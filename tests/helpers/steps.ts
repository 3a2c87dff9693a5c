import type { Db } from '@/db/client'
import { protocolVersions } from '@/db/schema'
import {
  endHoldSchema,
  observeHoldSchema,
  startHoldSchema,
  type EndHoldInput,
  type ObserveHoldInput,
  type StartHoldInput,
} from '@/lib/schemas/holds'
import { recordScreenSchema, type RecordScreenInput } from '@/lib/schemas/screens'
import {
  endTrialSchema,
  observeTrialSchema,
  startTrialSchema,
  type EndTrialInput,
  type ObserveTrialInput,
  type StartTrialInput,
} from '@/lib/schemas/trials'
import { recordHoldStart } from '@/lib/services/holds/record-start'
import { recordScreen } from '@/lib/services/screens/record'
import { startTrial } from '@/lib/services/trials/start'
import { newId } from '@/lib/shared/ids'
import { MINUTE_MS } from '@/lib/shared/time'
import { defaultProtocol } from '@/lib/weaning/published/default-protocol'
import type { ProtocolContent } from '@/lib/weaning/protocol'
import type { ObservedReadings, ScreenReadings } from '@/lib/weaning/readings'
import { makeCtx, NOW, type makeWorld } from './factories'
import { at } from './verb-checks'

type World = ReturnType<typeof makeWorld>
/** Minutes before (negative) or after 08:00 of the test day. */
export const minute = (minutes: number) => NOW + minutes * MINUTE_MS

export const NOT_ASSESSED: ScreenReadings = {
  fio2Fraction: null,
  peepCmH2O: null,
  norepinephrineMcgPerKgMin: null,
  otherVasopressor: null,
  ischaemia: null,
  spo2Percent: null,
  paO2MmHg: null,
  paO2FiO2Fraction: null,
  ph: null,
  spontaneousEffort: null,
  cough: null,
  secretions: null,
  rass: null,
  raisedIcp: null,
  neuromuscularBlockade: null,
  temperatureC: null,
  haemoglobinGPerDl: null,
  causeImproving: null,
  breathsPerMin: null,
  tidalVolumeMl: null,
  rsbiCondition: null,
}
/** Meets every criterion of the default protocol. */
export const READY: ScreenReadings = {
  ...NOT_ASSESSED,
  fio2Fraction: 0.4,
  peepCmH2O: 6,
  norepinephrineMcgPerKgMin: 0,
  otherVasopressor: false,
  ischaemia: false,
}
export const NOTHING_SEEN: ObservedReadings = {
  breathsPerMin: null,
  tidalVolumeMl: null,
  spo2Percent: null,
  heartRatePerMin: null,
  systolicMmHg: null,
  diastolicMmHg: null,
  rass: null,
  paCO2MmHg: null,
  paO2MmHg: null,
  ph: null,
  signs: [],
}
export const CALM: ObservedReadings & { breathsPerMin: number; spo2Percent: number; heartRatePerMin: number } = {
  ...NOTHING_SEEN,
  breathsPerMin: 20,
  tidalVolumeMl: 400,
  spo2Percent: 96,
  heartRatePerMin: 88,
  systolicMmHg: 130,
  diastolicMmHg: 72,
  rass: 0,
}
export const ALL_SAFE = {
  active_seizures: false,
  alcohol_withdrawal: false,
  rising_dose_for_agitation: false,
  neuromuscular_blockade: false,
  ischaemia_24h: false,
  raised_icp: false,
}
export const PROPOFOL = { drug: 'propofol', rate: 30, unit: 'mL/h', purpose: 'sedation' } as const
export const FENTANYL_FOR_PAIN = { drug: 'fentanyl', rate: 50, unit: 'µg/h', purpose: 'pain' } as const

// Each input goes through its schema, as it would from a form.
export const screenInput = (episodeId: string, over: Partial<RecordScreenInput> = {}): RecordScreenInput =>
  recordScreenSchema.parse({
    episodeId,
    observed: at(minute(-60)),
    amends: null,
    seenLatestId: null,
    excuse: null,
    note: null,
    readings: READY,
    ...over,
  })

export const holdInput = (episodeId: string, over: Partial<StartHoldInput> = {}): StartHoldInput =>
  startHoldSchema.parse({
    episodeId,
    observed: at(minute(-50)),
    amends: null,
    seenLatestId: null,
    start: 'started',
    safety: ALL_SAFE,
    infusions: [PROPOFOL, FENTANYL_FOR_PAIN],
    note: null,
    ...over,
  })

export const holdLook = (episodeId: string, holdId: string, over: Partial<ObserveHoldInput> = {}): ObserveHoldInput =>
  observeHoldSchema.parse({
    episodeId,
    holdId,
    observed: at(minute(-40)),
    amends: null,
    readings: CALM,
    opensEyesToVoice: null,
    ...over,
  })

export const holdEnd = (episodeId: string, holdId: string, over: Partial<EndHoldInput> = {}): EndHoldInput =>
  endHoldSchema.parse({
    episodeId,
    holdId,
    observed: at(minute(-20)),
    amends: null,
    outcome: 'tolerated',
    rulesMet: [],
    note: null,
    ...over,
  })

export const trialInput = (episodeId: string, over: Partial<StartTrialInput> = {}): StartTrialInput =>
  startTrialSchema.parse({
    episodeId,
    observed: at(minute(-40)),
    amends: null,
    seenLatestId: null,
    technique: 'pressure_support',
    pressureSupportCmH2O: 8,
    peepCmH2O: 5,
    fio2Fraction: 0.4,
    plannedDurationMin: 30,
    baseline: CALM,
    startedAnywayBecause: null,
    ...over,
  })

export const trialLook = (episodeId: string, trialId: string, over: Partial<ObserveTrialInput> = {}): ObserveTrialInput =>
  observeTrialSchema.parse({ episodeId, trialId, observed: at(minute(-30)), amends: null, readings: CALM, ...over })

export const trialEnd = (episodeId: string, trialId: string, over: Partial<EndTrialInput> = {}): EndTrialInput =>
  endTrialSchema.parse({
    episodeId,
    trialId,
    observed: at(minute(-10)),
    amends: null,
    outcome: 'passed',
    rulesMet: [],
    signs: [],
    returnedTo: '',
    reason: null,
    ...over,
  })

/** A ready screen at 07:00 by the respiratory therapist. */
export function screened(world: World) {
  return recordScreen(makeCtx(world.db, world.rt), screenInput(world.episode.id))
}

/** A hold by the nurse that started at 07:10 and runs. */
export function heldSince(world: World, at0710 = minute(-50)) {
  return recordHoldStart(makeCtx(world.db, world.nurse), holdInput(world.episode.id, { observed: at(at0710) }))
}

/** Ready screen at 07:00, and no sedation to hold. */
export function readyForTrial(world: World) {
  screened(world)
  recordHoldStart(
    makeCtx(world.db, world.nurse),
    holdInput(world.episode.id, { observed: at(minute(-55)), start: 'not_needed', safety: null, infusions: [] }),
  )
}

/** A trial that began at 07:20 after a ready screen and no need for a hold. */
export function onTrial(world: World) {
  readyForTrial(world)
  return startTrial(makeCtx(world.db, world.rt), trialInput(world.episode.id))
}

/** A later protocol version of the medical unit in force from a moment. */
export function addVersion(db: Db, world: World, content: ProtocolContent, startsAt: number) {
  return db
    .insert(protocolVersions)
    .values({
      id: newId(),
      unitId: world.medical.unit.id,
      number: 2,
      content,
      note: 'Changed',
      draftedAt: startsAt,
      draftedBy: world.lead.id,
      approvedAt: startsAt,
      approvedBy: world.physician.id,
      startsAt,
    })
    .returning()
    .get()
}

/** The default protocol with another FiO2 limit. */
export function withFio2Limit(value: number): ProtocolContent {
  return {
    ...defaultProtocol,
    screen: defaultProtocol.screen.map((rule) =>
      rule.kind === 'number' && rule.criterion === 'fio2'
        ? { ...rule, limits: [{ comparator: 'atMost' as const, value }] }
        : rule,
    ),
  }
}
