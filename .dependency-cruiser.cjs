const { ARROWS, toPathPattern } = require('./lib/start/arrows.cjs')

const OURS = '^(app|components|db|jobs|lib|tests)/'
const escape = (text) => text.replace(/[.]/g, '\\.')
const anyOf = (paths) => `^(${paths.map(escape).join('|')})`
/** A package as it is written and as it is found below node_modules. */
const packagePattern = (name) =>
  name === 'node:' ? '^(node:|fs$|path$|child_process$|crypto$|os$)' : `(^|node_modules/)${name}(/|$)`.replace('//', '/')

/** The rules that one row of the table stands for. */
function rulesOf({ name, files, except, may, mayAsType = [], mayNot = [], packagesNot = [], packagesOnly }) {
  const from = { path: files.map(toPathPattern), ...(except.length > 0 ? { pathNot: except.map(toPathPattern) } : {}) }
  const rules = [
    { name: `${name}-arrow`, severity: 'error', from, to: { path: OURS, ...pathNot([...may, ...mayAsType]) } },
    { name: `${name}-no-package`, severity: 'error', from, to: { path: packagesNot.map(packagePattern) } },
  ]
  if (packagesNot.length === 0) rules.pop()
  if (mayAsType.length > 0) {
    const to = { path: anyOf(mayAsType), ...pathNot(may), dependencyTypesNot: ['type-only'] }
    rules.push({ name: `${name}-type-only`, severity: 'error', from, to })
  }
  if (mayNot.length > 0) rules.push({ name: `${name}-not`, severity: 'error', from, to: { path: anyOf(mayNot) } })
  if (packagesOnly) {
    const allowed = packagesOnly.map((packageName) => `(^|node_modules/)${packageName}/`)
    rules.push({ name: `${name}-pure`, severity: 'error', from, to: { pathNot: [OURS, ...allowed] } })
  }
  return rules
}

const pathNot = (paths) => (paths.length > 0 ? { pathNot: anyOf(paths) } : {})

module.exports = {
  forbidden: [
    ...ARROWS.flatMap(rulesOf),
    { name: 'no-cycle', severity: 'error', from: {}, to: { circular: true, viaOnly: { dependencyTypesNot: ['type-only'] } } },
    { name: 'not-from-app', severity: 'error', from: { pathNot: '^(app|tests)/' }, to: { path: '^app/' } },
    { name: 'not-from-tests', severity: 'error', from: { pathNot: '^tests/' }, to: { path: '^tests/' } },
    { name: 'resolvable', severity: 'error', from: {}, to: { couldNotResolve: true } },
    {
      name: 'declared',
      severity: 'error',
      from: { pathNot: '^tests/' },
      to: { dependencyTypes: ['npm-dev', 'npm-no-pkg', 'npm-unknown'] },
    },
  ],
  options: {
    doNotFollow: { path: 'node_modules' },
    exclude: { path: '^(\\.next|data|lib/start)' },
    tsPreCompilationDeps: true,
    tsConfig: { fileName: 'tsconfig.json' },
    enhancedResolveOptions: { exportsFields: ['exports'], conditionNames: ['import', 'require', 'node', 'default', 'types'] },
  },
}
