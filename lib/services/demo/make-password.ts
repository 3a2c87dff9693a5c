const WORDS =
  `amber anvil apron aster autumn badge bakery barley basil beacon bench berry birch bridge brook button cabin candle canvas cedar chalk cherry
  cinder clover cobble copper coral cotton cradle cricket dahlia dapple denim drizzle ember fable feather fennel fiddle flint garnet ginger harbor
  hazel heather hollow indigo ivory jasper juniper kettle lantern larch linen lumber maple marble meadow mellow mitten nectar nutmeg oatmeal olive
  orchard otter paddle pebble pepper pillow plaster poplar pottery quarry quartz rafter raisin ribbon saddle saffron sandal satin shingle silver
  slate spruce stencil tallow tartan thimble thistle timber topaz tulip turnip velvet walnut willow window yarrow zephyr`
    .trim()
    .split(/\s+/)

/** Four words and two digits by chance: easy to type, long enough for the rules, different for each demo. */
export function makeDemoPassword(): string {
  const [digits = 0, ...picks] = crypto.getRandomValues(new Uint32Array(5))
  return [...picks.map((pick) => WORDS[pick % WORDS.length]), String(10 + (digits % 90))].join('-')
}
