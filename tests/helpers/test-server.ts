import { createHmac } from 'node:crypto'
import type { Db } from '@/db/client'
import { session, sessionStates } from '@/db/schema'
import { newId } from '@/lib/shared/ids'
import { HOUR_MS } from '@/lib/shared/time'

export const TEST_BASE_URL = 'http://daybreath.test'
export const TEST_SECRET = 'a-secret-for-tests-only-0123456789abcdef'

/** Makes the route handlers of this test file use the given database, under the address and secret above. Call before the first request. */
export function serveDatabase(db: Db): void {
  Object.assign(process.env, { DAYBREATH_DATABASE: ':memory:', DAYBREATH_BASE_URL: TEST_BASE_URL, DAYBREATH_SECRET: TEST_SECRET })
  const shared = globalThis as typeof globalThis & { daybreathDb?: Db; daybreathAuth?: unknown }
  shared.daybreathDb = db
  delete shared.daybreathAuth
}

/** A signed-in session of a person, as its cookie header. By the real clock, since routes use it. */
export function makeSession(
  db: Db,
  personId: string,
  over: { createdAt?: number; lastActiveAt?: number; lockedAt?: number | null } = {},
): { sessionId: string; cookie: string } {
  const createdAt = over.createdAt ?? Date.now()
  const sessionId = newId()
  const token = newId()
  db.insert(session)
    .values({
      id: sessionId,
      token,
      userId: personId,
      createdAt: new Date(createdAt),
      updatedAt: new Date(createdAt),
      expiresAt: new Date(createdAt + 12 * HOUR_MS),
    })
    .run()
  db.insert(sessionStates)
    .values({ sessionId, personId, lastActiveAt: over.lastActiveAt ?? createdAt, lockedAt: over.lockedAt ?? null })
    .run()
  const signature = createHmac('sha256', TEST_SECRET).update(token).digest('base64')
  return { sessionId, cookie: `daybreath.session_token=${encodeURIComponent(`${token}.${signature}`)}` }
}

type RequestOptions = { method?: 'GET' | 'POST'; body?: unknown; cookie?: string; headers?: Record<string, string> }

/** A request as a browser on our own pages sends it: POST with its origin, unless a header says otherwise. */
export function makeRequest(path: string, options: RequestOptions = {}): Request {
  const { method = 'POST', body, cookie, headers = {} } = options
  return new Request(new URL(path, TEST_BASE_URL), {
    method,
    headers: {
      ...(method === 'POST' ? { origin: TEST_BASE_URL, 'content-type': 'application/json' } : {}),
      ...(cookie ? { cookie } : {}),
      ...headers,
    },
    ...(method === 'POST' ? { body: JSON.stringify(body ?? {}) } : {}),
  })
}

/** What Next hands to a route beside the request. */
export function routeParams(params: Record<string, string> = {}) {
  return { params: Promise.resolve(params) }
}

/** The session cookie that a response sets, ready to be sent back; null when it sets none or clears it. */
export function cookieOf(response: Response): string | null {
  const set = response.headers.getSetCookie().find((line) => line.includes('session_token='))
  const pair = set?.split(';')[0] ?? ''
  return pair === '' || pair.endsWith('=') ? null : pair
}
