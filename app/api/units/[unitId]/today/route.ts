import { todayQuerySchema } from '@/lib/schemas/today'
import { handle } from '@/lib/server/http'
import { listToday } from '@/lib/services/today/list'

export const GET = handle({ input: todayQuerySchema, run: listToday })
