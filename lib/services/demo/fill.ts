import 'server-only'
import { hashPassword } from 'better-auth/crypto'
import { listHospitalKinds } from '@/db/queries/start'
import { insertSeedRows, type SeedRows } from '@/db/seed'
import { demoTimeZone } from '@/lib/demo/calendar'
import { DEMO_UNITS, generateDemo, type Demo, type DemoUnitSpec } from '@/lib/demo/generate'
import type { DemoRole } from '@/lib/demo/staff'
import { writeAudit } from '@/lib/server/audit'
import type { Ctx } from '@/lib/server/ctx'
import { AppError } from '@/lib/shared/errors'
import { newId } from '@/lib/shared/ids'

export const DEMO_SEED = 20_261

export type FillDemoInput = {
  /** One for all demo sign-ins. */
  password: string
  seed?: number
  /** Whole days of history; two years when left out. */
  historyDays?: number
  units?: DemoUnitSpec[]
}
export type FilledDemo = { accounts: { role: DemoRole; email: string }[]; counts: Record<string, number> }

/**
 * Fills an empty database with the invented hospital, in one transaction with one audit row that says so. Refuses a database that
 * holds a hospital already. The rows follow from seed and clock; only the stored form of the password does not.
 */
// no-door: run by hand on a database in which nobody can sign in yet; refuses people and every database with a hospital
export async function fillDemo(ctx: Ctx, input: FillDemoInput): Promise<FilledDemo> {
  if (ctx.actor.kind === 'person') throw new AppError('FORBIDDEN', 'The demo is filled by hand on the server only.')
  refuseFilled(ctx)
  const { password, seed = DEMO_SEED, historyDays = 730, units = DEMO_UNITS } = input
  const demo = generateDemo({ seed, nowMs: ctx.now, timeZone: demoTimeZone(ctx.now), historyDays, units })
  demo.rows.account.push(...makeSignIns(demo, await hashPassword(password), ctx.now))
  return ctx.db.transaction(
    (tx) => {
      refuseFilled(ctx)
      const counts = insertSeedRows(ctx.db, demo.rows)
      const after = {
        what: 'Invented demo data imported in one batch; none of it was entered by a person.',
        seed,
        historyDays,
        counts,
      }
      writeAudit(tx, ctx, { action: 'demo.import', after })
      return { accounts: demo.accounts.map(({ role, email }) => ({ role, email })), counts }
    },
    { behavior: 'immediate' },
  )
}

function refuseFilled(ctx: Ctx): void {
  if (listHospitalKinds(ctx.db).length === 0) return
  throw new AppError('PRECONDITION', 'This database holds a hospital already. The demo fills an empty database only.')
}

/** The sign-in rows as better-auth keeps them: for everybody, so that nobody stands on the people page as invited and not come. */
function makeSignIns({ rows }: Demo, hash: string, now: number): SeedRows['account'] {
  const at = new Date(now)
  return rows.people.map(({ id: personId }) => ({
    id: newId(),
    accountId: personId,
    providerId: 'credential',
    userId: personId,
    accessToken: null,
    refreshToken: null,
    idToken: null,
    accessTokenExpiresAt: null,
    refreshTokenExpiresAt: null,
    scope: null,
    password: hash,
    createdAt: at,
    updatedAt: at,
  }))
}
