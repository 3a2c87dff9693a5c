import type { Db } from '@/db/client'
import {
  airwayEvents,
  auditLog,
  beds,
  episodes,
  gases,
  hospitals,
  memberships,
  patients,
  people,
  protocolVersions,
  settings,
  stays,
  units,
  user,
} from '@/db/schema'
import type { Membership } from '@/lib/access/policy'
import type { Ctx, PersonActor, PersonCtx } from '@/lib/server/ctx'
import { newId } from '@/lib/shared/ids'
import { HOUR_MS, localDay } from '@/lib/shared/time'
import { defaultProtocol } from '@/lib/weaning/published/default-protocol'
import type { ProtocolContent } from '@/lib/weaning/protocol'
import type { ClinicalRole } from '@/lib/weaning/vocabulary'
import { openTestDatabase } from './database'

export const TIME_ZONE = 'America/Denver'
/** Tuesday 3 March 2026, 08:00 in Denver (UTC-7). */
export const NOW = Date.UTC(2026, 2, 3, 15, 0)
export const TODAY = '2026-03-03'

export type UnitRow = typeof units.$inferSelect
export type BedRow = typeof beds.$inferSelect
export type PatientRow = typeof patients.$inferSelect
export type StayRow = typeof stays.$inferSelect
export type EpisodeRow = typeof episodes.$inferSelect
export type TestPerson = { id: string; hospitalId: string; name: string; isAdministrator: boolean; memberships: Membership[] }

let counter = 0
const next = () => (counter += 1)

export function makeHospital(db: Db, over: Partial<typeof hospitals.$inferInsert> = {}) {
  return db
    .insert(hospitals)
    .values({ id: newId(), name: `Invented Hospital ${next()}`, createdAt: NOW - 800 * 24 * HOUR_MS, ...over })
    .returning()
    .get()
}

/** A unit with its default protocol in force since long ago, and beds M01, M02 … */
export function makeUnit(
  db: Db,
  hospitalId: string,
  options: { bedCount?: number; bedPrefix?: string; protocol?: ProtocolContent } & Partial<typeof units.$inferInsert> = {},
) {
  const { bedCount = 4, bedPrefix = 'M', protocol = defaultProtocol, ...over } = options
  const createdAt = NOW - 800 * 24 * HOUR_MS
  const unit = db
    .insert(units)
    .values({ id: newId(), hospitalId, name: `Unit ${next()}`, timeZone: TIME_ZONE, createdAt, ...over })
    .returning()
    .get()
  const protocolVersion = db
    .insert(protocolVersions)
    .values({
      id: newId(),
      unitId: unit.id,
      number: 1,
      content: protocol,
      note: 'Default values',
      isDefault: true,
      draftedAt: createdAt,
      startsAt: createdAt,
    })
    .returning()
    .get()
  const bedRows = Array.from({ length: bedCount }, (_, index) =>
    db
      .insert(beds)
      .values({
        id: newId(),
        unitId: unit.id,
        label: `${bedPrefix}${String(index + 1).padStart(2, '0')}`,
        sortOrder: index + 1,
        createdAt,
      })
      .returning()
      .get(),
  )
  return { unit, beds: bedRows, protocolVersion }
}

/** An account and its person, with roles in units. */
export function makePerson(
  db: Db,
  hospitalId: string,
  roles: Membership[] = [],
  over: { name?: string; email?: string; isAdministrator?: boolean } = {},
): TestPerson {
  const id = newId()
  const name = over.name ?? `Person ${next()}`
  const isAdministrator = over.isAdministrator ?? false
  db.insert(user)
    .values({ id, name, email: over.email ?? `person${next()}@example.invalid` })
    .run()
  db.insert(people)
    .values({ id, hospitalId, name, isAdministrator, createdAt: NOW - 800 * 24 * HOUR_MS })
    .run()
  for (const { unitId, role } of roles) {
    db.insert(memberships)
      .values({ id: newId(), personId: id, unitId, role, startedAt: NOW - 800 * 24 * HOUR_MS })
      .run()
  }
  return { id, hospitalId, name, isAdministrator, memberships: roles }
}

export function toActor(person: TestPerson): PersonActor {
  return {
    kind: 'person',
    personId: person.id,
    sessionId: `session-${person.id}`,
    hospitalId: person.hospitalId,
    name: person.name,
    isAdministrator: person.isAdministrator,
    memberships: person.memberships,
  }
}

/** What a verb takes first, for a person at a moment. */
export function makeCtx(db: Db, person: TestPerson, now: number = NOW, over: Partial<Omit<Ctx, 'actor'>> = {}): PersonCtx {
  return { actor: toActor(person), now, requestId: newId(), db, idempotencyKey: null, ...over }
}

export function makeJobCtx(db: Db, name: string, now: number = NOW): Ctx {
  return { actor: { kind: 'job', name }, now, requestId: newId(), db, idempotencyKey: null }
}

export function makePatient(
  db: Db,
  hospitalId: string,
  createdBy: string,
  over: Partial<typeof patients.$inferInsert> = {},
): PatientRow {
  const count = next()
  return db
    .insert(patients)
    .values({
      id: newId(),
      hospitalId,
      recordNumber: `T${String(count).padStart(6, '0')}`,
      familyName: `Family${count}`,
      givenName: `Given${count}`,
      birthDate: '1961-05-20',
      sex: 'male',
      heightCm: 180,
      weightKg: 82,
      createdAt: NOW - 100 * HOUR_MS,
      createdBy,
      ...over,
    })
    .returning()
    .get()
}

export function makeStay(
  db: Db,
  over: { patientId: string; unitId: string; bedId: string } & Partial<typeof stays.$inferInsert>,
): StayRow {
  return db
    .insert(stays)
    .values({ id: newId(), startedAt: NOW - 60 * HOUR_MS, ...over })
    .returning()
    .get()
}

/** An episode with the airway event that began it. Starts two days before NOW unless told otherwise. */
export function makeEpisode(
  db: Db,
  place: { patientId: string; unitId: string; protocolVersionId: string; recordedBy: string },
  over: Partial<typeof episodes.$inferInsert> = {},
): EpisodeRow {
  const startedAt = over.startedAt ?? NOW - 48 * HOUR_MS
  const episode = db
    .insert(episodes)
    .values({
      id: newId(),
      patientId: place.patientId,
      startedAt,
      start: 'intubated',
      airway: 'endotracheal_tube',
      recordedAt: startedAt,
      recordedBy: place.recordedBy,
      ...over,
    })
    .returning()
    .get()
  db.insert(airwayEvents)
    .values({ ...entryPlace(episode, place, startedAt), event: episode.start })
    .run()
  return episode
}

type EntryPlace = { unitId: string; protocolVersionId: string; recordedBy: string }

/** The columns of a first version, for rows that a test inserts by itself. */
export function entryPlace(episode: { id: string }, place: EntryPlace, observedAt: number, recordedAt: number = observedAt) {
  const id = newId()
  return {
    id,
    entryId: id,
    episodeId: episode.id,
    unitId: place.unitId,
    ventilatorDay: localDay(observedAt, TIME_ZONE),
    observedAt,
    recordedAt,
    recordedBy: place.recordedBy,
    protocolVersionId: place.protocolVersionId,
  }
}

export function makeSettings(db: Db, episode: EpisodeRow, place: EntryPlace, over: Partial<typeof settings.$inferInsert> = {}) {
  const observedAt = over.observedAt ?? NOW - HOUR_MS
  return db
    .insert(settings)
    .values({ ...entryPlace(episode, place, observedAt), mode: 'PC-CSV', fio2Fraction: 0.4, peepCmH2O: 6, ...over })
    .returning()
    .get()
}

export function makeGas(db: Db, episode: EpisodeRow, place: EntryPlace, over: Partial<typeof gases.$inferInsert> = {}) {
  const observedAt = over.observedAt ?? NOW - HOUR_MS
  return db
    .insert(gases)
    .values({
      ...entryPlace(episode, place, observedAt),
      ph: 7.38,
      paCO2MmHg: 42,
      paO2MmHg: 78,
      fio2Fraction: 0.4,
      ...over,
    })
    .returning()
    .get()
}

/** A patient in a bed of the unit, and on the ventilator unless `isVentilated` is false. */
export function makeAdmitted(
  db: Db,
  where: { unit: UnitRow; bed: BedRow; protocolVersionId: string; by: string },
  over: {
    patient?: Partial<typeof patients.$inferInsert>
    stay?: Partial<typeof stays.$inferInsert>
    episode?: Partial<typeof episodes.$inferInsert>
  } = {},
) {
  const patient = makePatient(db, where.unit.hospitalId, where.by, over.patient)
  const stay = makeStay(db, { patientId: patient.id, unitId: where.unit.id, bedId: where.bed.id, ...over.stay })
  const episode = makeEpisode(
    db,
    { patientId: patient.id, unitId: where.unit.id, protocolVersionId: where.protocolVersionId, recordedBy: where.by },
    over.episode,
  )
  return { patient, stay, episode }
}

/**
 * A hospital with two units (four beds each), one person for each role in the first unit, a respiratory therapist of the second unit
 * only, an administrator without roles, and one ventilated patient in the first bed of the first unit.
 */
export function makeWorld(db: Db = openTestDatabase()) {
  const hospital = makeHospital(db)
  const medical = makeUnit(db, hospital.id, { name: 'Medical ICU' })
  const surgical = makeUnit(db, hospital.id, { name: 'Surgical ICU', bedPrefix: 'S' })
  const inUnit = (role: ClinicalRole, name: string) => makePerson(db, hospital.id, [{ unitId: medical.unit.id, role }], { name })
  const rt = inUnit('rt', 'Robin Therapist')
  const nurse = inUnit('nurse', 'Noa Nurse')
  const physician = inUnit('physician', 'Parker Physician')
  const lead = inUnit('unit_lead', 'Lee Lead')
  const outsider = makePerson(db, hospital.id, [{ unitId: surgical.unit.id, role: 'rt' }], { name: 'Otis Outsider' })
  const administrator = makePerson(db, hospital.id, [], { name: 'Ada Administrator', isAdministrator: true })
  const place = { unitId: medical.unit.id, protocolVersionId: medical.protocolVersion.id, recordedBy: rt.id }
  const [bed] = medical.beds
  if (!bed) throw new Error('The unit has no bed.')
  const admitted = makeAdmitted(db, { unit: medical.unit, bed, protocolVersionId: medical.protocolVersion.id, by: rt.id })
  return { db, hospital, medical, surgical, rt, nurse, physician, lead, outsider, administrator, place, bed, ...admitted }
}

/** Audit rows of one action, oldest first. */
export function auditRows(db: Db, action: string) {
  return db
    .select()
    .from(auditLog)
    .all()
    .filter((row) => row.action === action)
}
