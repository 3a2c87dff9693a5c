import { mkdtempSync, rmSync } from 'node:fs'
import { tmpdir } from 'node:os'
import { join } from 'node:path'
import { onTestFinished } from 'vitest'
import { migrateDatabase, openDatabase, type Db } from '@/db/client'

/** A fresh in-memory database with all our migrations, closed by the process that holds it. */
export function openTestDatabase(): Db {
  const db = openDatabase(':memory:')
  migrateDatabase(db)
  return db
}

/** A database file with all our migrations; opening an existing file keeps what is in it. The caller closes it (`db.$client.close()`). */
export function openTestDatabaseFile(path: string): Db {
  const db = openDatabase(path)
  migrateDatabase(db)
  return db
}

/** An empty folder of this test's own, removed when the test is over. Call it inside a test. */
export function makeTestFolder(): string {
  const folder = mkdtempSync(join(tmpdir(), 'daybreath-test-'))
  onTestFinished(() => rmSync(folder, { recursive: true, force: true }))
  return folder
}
****************
# Task brief
Nothing but a number should be given: how many lines in the records hold the word "mkdtempSync".

# Reply to the task
2